What to produce ▸
Without a single alteration, write the listing out again.

(Provided information Opens)

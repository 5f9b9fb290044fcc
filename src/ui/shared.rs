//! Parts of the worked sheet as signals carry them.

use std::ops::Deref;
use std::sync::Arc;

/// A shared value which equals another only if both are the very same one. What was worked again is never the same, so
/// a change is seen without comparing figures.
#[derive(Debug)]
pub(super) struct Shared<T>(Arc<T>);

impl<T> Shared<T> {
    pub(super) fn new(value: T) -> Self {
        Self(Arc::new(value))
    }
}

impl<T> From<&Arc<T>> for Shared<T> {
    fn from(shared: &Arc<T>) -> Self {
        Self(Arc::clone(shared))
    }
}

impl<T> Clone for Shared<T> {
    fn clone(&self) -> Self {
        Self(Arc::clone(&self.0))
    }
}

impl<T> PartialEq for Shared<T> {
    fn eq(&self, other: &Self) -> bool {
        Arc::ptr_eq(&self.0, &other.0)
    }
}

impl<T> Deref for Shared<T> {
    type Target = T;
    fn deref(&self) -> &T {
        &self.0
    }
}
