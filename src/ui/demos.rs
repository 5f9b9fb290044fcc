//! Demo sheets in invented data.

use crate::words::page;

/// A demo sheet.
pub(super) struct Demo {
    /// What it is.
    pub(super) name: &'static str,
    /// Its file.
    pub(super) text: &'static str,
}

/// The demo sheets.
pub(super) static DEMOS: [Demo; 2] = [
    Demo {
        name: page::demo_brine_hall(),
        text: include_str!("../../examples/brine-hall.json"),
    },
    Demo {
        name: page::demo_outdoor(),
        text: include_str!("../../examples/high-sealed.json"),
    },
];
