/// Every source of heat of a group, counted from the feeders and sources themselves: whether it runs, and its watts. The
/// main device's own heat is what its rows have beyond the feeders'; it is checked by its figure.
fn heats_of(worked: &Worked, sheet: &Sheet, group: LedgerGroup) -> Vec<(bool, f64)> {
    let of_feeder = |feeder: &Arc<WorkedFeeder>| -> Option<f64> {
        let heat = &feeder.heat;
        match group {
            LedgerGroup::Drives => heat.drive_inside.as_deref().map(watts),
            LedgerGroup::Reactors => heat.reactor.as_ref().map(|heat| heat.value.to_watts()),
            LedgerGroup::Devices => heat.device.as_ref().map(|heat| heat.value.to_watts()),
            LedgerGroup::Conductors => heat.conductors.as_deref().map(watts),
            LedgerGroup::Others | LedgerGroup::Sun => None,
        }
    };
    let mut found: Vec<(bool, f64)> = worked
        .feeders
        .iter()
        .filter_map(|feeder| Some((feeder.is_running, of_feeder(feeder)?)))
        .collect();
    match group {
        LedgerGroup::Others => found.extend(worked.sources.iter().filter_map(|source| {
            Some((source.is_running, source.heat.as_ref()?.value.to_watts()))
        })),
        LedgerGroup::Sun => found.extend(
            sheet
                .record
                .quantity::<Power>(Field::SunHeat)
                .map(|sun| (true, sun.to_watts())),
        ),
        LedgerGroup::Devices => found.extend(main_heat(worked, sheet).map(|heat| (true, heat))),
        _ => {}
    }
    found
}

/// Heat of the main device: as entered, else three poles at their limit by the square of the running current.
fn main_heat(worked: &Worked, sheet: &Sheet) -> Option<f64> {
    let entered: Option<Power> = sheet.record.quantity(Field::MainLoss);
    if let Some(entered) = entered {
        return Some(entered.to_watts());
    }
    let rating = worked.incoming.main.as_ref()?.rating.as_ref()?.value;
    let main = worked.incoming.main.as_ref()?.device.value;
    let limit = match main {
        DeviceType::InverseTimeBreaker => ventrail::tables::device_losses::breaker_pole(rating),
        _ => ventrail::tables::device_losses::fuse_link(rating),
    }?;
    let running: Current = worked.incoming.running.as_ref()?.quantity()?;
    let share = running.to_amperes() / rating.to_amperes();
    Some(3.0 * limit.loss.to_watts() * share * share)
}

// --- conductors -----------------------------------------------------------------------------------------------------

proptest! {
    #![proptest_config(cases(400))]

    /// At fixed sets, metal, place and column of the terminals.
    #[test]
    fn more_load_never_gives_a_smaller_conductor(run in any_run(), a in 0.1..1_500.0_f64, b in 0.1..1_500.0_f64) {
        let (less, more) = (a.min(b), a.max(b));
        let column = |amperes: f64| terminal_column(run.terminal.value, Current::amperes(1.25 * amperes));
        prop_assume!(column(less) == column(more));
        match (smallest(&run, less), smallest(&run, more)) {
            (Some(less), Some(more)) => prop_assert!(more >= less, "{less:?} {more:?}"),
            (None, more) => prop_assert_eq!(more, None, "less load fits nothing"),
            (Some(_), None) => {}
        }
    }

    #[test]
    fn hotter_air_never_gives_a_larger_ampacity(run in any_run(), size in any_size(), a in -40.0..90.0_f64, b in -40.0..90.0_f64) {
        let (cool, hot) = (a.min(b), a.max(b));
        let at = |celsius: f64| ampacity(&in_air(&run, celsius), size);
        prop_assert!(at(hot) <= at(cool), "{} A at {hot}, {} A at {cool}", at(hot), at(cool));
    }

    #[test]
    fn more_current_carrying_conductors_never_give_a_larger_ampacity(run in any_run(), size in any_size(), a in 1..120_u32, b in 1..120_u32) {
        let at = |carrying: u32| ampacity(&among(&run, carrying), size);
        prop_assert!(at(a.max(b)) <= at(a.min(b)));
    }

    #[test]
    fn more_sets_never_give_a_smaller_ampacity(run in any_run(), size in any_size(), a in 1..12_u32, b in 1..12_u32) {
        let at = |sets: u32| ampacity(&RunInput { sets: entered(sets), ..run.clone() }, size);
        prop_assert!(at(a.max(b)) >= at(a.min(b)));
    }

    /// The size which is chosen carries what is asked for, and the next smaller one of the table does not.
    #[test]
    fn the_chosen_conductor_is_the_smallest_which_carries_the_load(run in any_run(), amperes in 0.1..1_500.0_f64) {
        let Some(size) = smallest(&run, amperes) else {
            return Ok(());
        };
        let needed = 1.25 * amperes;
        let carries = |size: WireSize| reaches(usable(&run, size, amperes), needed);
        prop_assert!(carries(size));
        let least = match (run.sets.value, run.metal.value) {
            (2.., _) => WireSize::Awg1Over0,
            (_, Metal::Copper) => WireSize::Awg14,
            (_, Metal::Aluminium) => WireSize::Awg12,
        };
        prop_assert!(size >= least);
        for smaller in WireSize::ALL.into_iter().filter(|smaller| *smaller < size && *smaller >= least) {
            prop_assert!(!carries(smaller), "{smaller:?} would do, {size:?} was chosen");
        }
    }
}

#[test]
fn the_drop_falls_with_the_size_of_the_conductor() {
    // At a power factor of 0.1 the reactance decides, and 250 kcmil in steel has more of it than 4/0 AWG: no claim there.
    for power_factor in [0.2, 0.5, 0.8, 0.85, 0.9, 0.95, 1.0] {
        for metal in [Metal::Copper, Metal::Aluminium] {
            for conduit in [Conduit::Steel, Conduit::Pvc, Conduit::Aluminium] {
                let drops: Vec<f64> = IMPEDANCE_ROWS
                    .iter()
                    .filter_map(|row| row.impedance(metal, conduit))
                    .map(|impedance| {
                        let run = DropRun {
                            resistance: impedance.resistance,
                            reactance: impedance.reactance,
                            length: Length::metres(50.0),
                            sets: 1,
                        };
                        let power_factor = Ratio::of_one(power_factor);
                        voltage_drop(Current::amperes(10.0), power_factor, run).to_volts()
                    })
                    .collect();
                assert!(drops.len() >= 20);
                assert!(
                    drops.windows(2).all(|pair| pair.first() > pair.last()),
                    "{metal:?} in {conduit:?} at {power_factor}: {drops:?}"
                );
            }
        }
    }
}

(Provided information Closes)

Task solution ▸
repository 5f9b9fb290044fcc
filename src/ui/shared.rs
//! Parts of the worked sheet as signals carry them.

use std::ops::Deref;
use std::sync::Arc;

/// A shared value which equals another only if both are the very same one. What was worked again is never the same, so
/// a change is seen without comparing figures.
#[derive(Debug)]
pub(super) struct Shared<T>(Arc<T>);

impl<T> Shared<T> {
    pub(super) fn new(value: T) -> Self {
        Self(Arc::new(value))
    }
}

impl<T> From<&Arc<T>> for Shared<T> {
    fn from(shared: &Arc<T>) -> Self {
        Self(Arc::clone(shared))
    }
}

impl<T> Clone for Shared<T> {
    fn clone(&self) -> Self {
        Self(Arc::clone(&self.0))
    }
}

impl<T> PartialEq for Shared<T> {
    fn eq(&self, other: &Self) -> bool {
        Arc::ptr_eq(&self.0, &other.0)
    }
}

impl<T> Deref for Shared<T> {
    type Target = T;
    fn deref(&self) -> &T {
        &self.0
    }
}
filename src/ui/demos.rs
repository 5f9b9fb290044fcc
//! Demo sheets in invented data.

use crate::words::page;

/// A demo sheet.
pub(super) struct Demo {
    /// What it is.
    pub(super) name: &'static str,
    /// Its file.
    pub(super) text: &'static str,
}

/// The demo sheets.
pub(super) static DEMOS: [Demo; 2] = [
    Demo {
        name: page::demo_brine_hall(),
        text: include_str!("../../examples/brine-hall.json"),
    },
    Demo {
        name: page::demo_outdoor(),
        text: include_str!("../../examples/high-sealed.json"),
    },
];
/// Every source of heat of a group, counted from the feeders and sources themselves: whether it runs, and its watts. The
/// main device's own heat is what its rows have beyond the feeders'; it is checked by its figure.
fn heats_of(worked: &Worked, sheet: &Sheet, group: LedgerGroup) -> Vec<(bool, f64)> {
    let of_feeder = |feeder: &Arc<WorkedFeeder>| -> Option<f64> {
        let heat = &feeder.heat;
        match group {
            LedgerGroup::Drives => heat.drive_inside.as_deref().map(watts),
            LedgerGroup::Reactors => heat.reactor.as_ref().map(|heat| heat.value.to_watts()),
            LedgerGroup::Devices => heat.device.as_ref().map(|heat| heat.value.to_watts()),
            LedgerGroup::Conductors => heat.conductors.as_deref().map(watts),
            LedgerGroup::Others | LedgerGroup::Sun => None,
        }
    };
    let mut found: Vec<(bool, f64)> = worked
        .feeders
        .iter()
        .filter_map(|feeder| Some((feeder.is_running, of_feeder(feeder)?)))
        .collect();
    match group {
        LedgerGroup::Others => found.extend(worked.sources.iter().filter_map(|source| {
            Some((source.is_running, source.heat.as_ref()?.value.to_watts()))
        })),
        LedgerGroup::Sun => found.extend(
            sheet
                .record
                .quantity::<Power>(Field::SunHeat)
                .map(|sun| (true, sun.to_watts())),
        ),
        LedgerGroup::Devices => found.extend(main_heat(worked, sheet).map(|heat| (true, heat))),
        _ => {}
    }
    found
}

/// Heat of the main device: as entered, else three poles at their limit by the square of the running current.
fn main_heat(worked: &Worked, sheet: &Sheet) -> Option<f64> {
    let entered: Option<Power> = sheet.record.quantity(Field::MainLoss);
    if let Some(entered) = entered {
        return Some(entered.to_watts());
    }
    let rating = worked.incoming.main.as_ref()?.rating.as_ref()?.value;
    let main = worked.incoming.main.as_ref()?.device.value;
    let limit = match main {
        DeviceType::InverseTimeBreaker => ventrail::tables::device_losses::breaker_pole(rating),
        _ => ventrail::tables::device_losses::fuse_link(rating),
    }?;
    let running: Current = worked.incoming.running.as_ref()?.quantity()?;
    let share = running.to_amperes() / rating.to_amperes();
    Some(3.0 * limit.loss.to_watts() * share * share)
}

// --- conductors -----------------------------------------------------------------------------------------------------

proptest! {
    #![proptest_config(cases(400))]

    /// At fixed sets, metal, place and column of the terminals.
    #[test]
    fn more_load_never_gives_a_smaller_conductor(run in any_run(), a in 0.1..1_500.0_f64, b in 0.1..1_500.0_f64) {
        let (less, more) = (a.min(b), a.max(b));
        let column = |amperes: f64| terminal_column(run.terminal.value, Current::amperes(1.25 * amperes));
        prop_assume!(column(less) == column(more));
        match (smallest(&run, less), smallest(&run, more)) {
            (Some(less), Some(more)) => prop_assert!(more >= less, "{less:?} {more:?}"),
            (None, more) => prop_assert_eq!(more, None, "less load fits nothing"),
            (Some(_), None) => {}
        }
    }

    #[test]
    fn hotter_air_never_gives_a_larger_ampacity(run in any_run(), size in any_size(), a in -40.0..90.0_f64, b in -40.0..90.0_f64) {
        let (cool, hot) = (a.min(b), a.max(b));
        let at = |celsius: f64| ampacity(&in_air(&run, celsius), size);
        prop_assert!(at(hot) <= at(cool), "{} A at {hot}, {} A at {cool}", at(hot), at(cool));
    }

    #[test]
    fn more_current_carrying_conductors_never_give_a_larger_ampacity(run in any_run(), size in any_size(), a in 1..120_u32, b in 1..120_u32) {
        let at = |carrying: u32| ampacity(&among(&run, carrying), size);
        prop_assert!(at(a.max(b)) <= at(a.min(b)));
    }

    #[test]
    fn more_sets_never_give_a_smaller_ampacity(run in any_run(), size in any_size(), a in 1..12_u32, b in 1..12_u32) {
        let at = |sets: u32| ampacity(&RunInput { sets: entered(sets), ..run.clone() }, size);
        prop_assert!(at(a.max(b)) >= at(a.min(b)));
    }

    /// The size which is chosen carries what is asked for, and the next smaller one of the table does not.
    #[test]
    fn the_chosen_conductor_is_the_smallest_which_carries_the_load(run in any_run(), amperes in 0.1..1_500.0_f64) {
        let Some(size) = smallest(&run, amperes) else {
            return Ok(());
        };
        let needed = 1.25 * amperes;
        let carries = |size: WireSize| reaches(usable(&run, size, amperes), needed);
        prop_assert!(carries(size));
        let least = match (run.sets.value, run.metal.value) {
            (2.., _) => WireSize::Awg1Over0,
            (_, Metal::Copper) => WireSize::Awg14,
            (_, Metal::Aluminium) => WireSize::Awg12,
        };
        prop_assert!(size >= least);
        for smaller in WireSize::ALL.into_iter().filter(|smaller| *smaller < size && *smaller >= least) {
            prop_assert!(!carries(smaller), "{smaller:?} would do, {size:?} was chosen");
        }
    }
}

#[test]
fn the_drop_falls_with_the_size_of_the_conductor() {
    // At a power factor of 0.1 the reactance decides, and 250 kcmil in steel has more of it than 4/0 AWG: no claim there.
    for power_factor in [0.2, 0.5, 0.8, 0.85, 0.9, 0.95, 1.0] {
        for metal in [Metal::Copper, Metal::Aluminium] {
            for conduit in [Conduit::Steel, Conduit::Pvc, Conduit::Aluminium] {
                let drops: Vec<f64> = IMPEDANCE_ROWS
                    .iter()
                    .filter_map(|row| row.impedance(metal, conduit))
                    .map(|impedance| {
                        let run = DropRun {
                            resistance: impedance.resistance,
                            reactance: impedance.reactance,
                            length: Length::metres(50.0),
                            sets: 1,
                        };
                        let power_factor = Ratio::of_one(power_factor);
                        voltage_drop(Current::amperes(10.0), power_factor, run).to_volts()
                    })
                    .collect();
                assert!(drops.len() >= 20);
                assert!(
                    drops.windows(2).all(|pair| pair.first() > pair.last()),
                    "{metal:?} in {conduit:?} at {power_factor}: {drops:?}"
                );
            }
        }
    }
}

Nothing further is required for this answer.